> _Data_:
[Start of Attachment]

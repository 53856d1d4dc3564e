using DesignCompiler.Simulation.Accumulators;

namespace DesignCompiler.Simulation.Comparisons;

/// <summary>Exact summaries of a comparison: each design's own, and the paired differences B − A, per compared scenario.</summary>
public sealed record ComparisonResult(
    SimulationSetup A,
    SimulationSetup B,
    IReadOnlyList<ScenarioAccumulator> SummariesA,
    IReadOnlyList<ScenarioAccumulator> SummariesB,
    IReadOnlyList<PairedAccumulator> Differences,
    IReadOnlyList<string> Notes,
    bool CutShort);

[End of Attachment]
[Start of Attachment]

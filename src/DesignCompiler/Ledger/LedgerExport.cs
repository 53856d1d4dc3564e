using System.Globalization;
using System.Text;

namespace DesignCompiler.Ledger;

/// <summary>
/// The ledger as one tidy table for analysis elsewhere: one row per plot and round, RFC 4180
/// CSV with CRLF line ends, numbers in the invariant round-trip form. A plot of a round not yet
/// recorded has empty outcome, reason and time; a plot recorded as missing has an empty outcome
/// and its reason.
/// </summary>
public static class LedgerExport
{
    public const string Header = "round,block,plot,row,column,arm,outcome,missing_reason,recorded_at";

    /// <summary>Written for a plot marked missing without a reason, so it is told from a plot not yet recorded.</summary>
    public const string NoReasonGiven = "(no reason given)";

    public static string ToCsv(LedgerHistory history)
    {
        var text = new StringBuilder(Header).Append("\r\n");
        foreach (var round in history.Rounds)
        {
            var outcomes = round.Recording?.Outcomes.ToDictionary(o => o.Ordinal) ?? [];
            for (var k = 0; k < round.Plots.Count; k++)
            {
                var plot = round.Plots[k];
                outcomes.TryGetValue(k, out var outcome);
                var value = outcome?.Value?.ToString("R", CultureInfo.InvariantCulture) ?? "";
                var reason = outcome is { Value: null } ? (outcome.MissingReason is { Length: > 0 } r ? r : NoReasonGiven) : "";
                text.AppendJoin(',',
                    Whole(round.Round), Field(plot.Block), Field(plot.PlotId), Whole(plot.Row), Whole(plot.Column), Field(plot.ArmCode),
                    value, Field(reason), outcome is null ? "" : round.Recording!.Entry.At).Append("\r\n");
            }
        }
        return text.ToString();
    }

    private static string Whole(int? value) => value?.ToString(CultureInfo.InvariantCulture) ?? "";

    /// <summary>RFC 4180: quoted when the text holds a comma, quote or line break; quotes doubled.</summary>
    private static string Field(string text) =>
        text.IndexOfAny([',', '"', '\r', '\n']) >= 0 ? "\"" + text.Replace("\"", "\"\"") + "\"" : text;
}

[End of Attachment]

> _Your task_: Count the lines in the records that include the word "InvariantCulture". Report the total alone.

> _The answer_: 2